THE Global Justice Movement Website

THE Global Justice Movement Website
This is the "Global Justice Movement" (dot org) we refer to in the title of this blog.

Wednesday, May 14, 2014

Grosscup on Anti-Trust Laws, III: Our Legislation Wrong in Principle


Here is the second part of Judge Grosscup’s talk on Anti-Trust Laws given in Chicago in October 1907, and lost until rediscovered recently by CESJ researchers.  Judge Grosscup continued,

Our Legislation Wrong in Principle

We should all fail like this.
But though what I am saying means, perhaps, that the aim of the American public thus far, in its treatment of incorporated industry, is not directed toward the right mark, it does not mean, that in the great new industrial life that this generation of men is living, so largely an incorporated life, there is nothing that is wrong. Somewhere in that life, something is wrong; for though in the midst of material prosperity, the country is without contentment; and there must be something wrong in a prosperity that does not bring contentment — something that, in the nature of things, in some way pinches and wounds some deep-seated human instincts. Nor does it mean that the administration of President Roosevelt has been a failure. As a preparation of the public mind for the great practical thing yet to be accomplished, that administration has been a great success.

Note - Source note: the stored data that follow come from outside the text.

using Credtrack.Web.Commands;

namespace Credtrack.Web.Features.Imports;

/// <summary>A file as it was sent: its header and what its columns say, before anybody has said what they mean.</summary>
public sealed class SentTable
{
    private readonly CsvTable table;

    public string Text { get; }
    public char Separator { get; }
    public IReadOnlyList<string> Header => table.Header;

    /// <summary>In our own format, which is taken at its word: a word that is none of its words is a fault there, no question.</summary>
    public bool IsOurs => ScansCsv.Required.All(table.Header.Contains);

    private SentTable(string text, char separator)
    {
        (Text, Separator) = (text, separator);
        table = CsvTable.Read(text, [], new CsvMeaning(separator, name => name, (_, cell) => cell, Core.Imports.Import.MostRows));
    }

    /// <summary>The table, or null and a sentence that says why the file is none.</summary>
    public static SentTable? Read(byte[] content, out string? fault)
    {
        if (Utf8Text.Read(content, out fault) is not { } text)
        {
            if (!content.Contains((byte)0)) fault += FormattableString.Invariant($" The first letter in question stands in line {Utf8Text.FirstBadLine(content)}.");
            return null;
        }
        var header = text.AsSpan(0, text.AsSpan().IndexOfAny('\r', '\n') is >= 0 and var end ? end : text.Length);
        var sent = new SentTable(text, header.Contains(',') ? ',' : header.Contains(';') ? ';' : header.Contains('\t') ? '\t' : ',');
        fault = string.IsNullOrWhiteSpace(text)                      ? "This file is empty. Choose another one."
            : sent.table.Faults.Find(f => f.Column is null && (f.Line == 1 || sent.table.Rows.Count is 0 or > Core.Imports.Import.MostRows)) is { } f ? $"Line {f.Line}: {f.Expected.TrimEnd('?')}. Correct the file and send it again."
            : sent.Header.Distinct().Count() < sent.Header.Count     ? "A column stands twice in the first line. Give each column a name of its own and send the file again."
            : sent.Header.Count < 2                                  ? "The first line names fewer than two columns. Save the table as CSV, with the names of its columns in the first line."
            : sent.table.Rows.Count == 0                             ? "This file has a header and no row. Choose another one."
            : null;
        return fault is null ? sent : null;
    }

    /// <summary>What a column says, each once, in the order of the file; nothing where there is none.</summary>
    public IReadOnlyList<string> Says(string? header) => header is null || table.PlaceOf(header) is null ? [] : [.. table.Rows.Select(r => r[header]).OfType<string>().Distinct(StringComparer.Ordinal)];
}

Corporations Represent Concentrated Control

Cadbury's had a form of worker ownership.
What, then, is the wrong that lies at the bottom of the popular disquiet, and what is the work yet to be done? I can best answer that question, perhaps, in the statement of three facts. The first of these is: that not only is the corporation to modern industry organized, what government is to mankind politically organized, but, that as it is through effective free government alone that political power is diffused among the people, it is through the corporation alone that the ownership of the industries of the country can ever be widely diffused among the people; for outside the field of agricultural properties, property is not now held, each individual piece by some individual man; between the man who seeks to own, and the thing to be owned, there is, throughout the industrial field, the State-created intermediary called the corporation.